**Collected data entries**:
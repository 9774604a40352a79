"""How far GFN2-xTB angles at a centre are from reference geometries: the measured uncertainty.

Two references:

- ASE's G2 set (``ase.collections.g2``; Curtiss et al., J. Chem. Phys. 106,
  1063 (1997)): every G2 molecule with one atom bonded to all the others that
  the notation reads with that atom as its centre; every angle at the centre.
- Experimental gas-phase angles of main-group species, each with its source
  beside it (angles fixed by symmetry alone, such as CH4's, are left out:
  they would only flatter the figures).

The test prints mean and 95th-percentile absolute errors and fails if
``ANGLE_UNCERTAINTY_DEG`` (the tolerance claims will be judged with) is
below either 95th percentile.  A trends test checks the orders chemists
quote.  Marked slow: about 70 structures are optimised.
"""

from __future__ import annotations

import itertools
from collections import Counter

import numpy as np
import pytest
from ase.collections import g2
from ase.data import covalent_radii

from notelsp.chem import analyse
from notelsp.compute import ANGLE_UNCERTAINTY_DEG
from notelsp.compute.pool import Request
from notelsp.notation import parse_formula

pytestmark = pytest.mark.slow

G2_SOURCE = "ASE G2 set (Curtiss et al., J. Chem. Phys. 106, 1063 (1997))"
# G2 names that carry their spin state: singlet (s1A1d) and triplet (s3B1d) methylene and silylene
G2_SPIN = {"s1A1d": 0, "s3B1d": 2}

CRC = "CRC Handbook of Chemistry and Physics, 'Structure of free molecules in the gas phase' (from memory)"
HERZBERG = "Herzberg, Electronic Spectra of Polyatomic Molecules (1966) (from memory)"
# (formula, ligand pair, sites (None: any pair of that kind, all equivalent), degrees, source)
EXPERIMENT = [
    ("H2O", ("H", "H"), None, 104.5, CRC),
    ("NH3", ("H", "H"), None, 106.7, CRC),
    ("PH3", ("H", "H"), None, 93.3, CRC),
    ("AsH3", ("H", "H"), None, 92.1, CRC),
    ("H2S", ("H", "H"), None, 92.1, CRC),
    ("H2Se", ("H", "H"), None, 90.6, CRC),
    ("NF3", ("F", "F"), None, 102.2, CRC),
    ("PF3", ("F", "F"), None, 97.8, CRC),
    ("NCl3", ("Cl", "Cl"), None, 107.1, CRC),
    ("PCl3", ("Cl", "Cl"), None, 100.3, CRC),
    ("OF2", ("F", "F"), None, 103.1, CRC),
    ("Cl2O", ("Cl", "Cl"), None, 110.9, CRC),
    ("SCl2", ("Cl", "Cl"), None, 102.7, CRC),
    ("SO2", ("O", "O"), None, 119.3, CRC),
    ("O3", ("O", "O"), None, 116.8, CRC),
    ("NO2", ("O", "O"), None, 134.1, CRC),
    ("ClO2", ("O", "O"), None, 117.4, CRC),
    ("CH2O", ("H", "H"), None, 116.5, CRC),
    ("CF2O", ("F", "F"), None, 107.7, CRC),
    ("COCl2", ("Cl", "Cl"), None, 111.8, CRC),
    ("NOCl", ("O", "Cl"), None, 113.3, CRC),
    ("HOCl", ("H", "Cl"), None, 102.5, CRC),
    ("SOCl2", ("Cl", "Cl"), None, 96.2, CRC),
    ("SF4", ("F", "F"), ("axial", "axial"), 173.1, CRC),
    ("SF4", ("F", "F"), ("equatorial", "equatorial"), 101.6, CRC),
    ("ClF3", ("F", "F"), ("axial", "equatorial"), 87.5, CRC),
    ("BrF3", ("F", "F"), ("axial", "equatorial"), 86.2, CRC),
    ("NH2", ("H", "H"), None, 103.4, HERZBERG),
    ("PH2", ("H", "H"), None, 91.7, HERZBERG),
    ("CH2", ("H", "H"), None, 133.9, "Jensen and Bunker, J. Chem. Phys. 89, 1327 (1988), triplet (from memory)"),
    ("SiH2", ("H", "H"), None, 92.1, "Dubois, Can. J. Phys. 46, 2485 (1968), singlet (from memory)"),
]
EXPERIMENT_SPIN = {"SiH2": 0}  # the singlet is silylene's ground state (Dubois 1968, from memory)


def g2_species() -> list[tuple[str, str]]:
    """(G2 name, formula text) for every G2 molecule with one centre the notation reads as that centre."""
    found = []
    for name in g2.names:
        atoms = g2[name]
        symbols = atoms.get_chemical_symbols()
        if len(atoms) < 3:
            continue
        centres = [i for i in range(len(atoms)) if all(
            atoms.get_distance(i, j) < 1.25 * (covalent_radii[atoms.numbers[i]] + covalent_radii[atoms.numbers[j]])
            for j in range(len(atoms)) if j != i)]
        if len(centres) != 1:
            continue
        centre = centres[0]
        others = Counter(s for j, s in enumerate(symbols) if j != centre)
        text = symbols[centre] + "".join(f"{s}{n if n > 1 else ''}" for s, n in sorted(others.items()))
        analysis = analyse(parse_formula(text))
        if analysis.outside_model or len(analysis.centres) != 1 or analysis.centres[0].central != symbols[centre]:
            continue
        found.append((name, text))
    return found


def g2_angles(name: str) -> dict[tuple[str, str], list[float]]:
    """(symbol, symbol) sorted -> every angle at the centre, sorted (the atom bonded to all others)."""
    atoms = g2[name]
    symbols = atoms.get_chemical_symbols()
    centre = max(range(len(atoms)), key=lambda i: sum(
        atoms.get_distance(i, j) < 1.25 * (covalent_radii[atoms.numbers[i]] + covalent_radii[atoms.numbers[j]])
        for j in range(len(atoms)) if j != i))
    out: dict[tuple[str, str], list[float]] = {}
    for j, k in itertools.combinations([i for i in range(len(atoms)) if i != centre], 2):
        out.setdefault(tuple(sorted((symbols[j], symbols[k]))), []).append(float(atoms.get_angle(j, centre, k)))
    return {pair: sorted(values) for pair, values in out.items()}


def computed_angles(geometry) -> dict[tuple[str, str], list[float]]:
    out: dict[tuple[str, str], list[float]] = {}
    for angle in geometry.angles:
        pair = tuple(sorted((geometry.symbols[angle.first], geometry.symbols[angle.second])))
        out.setdefault(pair, []).append(angle.degrees)
    return {pair: sorted(values) for pair, values in out.items()}


def summary(errors: list[float]) -> tuple[float, float, float]:
    values = np.abs(np.array(errors))
    return float(values.mean()), float(np.percentile(values, 95)), float(values.max())


@pytest.fixture(scope="module")
def g2_results(pool):
    species = g2_species()
    requests = []
    for name, text in species:
        suffix = name.rpartition("_")[2]
        requests.append(Request(text, G2_SPIN.get(suffix)))
    return species, pool.compute(requests)


@pytest.fixture(scope="module")
def experiment_results(pool):
    names = sorted({formula for formula, *_ in EXPERIMENT} | {"CF3", "CH3"})
    found = pool.compute([Request(n, EXPERIMENT_SPIN.get(n)) for n in names])
    return dict(zip(names, found))


def test_g2_angle_errors_are_within_the_stated_uncertainty(g2_results):
    species, results = g2_results
    errors, rows, unread, skipped = [], [], [], []
    for (name, text), result in zip(species, results):
        if result.skipped:  # a species the builder cannot place yet (a group ligand): not a failure of the method
            skipped.append(f"{name}: {result.skipped}")
            continue
        lowest = result.lowest
        if lowest is None:
            unread.append(f"{name}: {result.failed}")
            continue
        reference, computed = g2_angles(name), computed_angles(lowest)
        if {p: len(v) for p, v in reference.items()} != {p: len(v) for p, v in computed.items()}:
            unread.append(f"{name}: the atoms differ")
            continue
        for pair, values in reference.items():
            for ref, got in zip(values, computed[pair]):
                errors.append(got - ref)
                rows.append((name, pair, ref, got))
    mean, p95, worst = summary(errors)
    print(f"\nGFN2-xTB vs {G2_SOURCE}: {len(errors)} angles of {len(species) - len(unread) - len(skipped)} species; "
          f"mean |error| {mean:.2f}°, 95th percentile {p95:.2f}°, worst {worst:.2f}°")
    for name, pair, ref, got in sorted(rows, key=lambda r: -abs(r[3] - r[2]))[:8]:
        print(f"  {name:12s} {pair[0]}-X-{pair[1]}: G2 {ref:6.1f}°, computed {got:6.1f}°")
    for line in unread + skipped:
        print(f"  not compared: {line}")
    assert len(species) - len(skipped) >= 40 and len(errors) >= 100 and not unread
    assert ANGLE_UNCERTAINTY_DEG >= p95


def experimental_errors(results) -> list[tuple[str, str, float, float]]:
    rows = []
    for formula, (a, b), sites, degrees, _source in EXPERIMENT:
        lowest = results[formula].lowest
        assert lowest is not None, results[formula].failed
        chosen = [angle.degrees for angle in lowest.angles
                  if {angle.labels[0], angle.labels[2]} == {a, b}
                  and (sites is None or sorted((lowest.sites[angle.first - 1], lowest.sites[angle.second - 1]))
                       == sorted(sites))]
        assert chosen, (formula, a, b, sites)
        rows.append((formula, f"{a}-X-{b}" + (f" ({'-'.join(sites)})" if sites else ""), degrees,
                     float(np.mean(chosen))))
    return rows


def test_experimental_angle_errors_are_within_the_stated_uncertainty(experiment_results):
    rows = experimental_errors(experiment_results)
    mean, p95, worst = summary([got - ref for _, _, ref, got in rows])
    print(f"\nGFN2-xTB vs {len(rows)} experimental gas-phase angles ({len({r[0] for r in rows})} species): "
          f"mean |error| {mean:.2f}°, 95th percentile {p95:.2f}°, worst {worst:.2f}°")
    for formula, which, ref, got in rows:
        print(f"  {formula:6s} {which:28s} experiment {ref:6.1f}°, computed {got:6.1f}°, error {got - ref:+5.1f}°")
    assert len(rows) >= 20
    assert ANGLE_UNCERTAINTY_DEG >= p95


def mean_angle(results, formula: str, a: str, b: str) -> float:
    return float(np.mean(results[formula].lowest.angles_between(a, b)))


def test_computed_trends_follow_experiment(experiment_results):
    r = experiment_results
    # NF3 102.2° < NH3 106.7°; OF2 103.1° < H2O 104.5°; Cl2O 110.9° > OF2 103.1°; PF3 97.8° > PH3 93.3°
    # (CRC Handbook, from memory: the values of EXPERIMENT above)
    assert mean_angle(r, "NF3", "F", "F") < mean_angle(r, "NH3", "H", "H")
    assert mean_angle(r, "OF2", "F", "F") < mean_angle(r, "H2O", "H", "H")
    assert mean_angle(r, "Cl2O", "Cl", "Cl") > mean_angle(r, "OF2", "F", "F")
    assert mean_angle(r, "PF3", "F", "F") > mean_angle(r, "PH3", "H", "H")
    # CH3 is planar, CF3 pyramidal (F-C-F about 111°): Yamada and Hirota, J. Chem. Phys. 78, 669 (1983) for CH3;
    # Yamada and Hirota, J. Chem. Phys. 80, 4694 (1984) for CF3 (both from memory)
    assert sum(r["CH3"].lowest.angles_between("H", "H")) == pytest.approx(360.0, abs=ANGLE_UNCERTAINTY_DEG)
    cf3 = r["CF3"].lowest.angles_between("F", "F")
    assert max(cf3) < 120.0 - ANGLE_UNCERTAINTY_DEG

**WHAT TO WORK ON**:
Set down exactly the lines from the start of the records to the line with "1063 (1997)): every". Include that line, and add nothing more.

**SOLUTION TO THIS EXERCISE**:
repository 9774604a40352a79
"""How far GFN2-xTB angles at a centre are from reference geometries: the measured uncertainty.

Two references:

- ASE's G2 set (``ase.collections.g2``; Curtiss et al., J. Chem. Phys. 106,
  1063 (1997)): every G2 molecule with one atom bonded to all the others that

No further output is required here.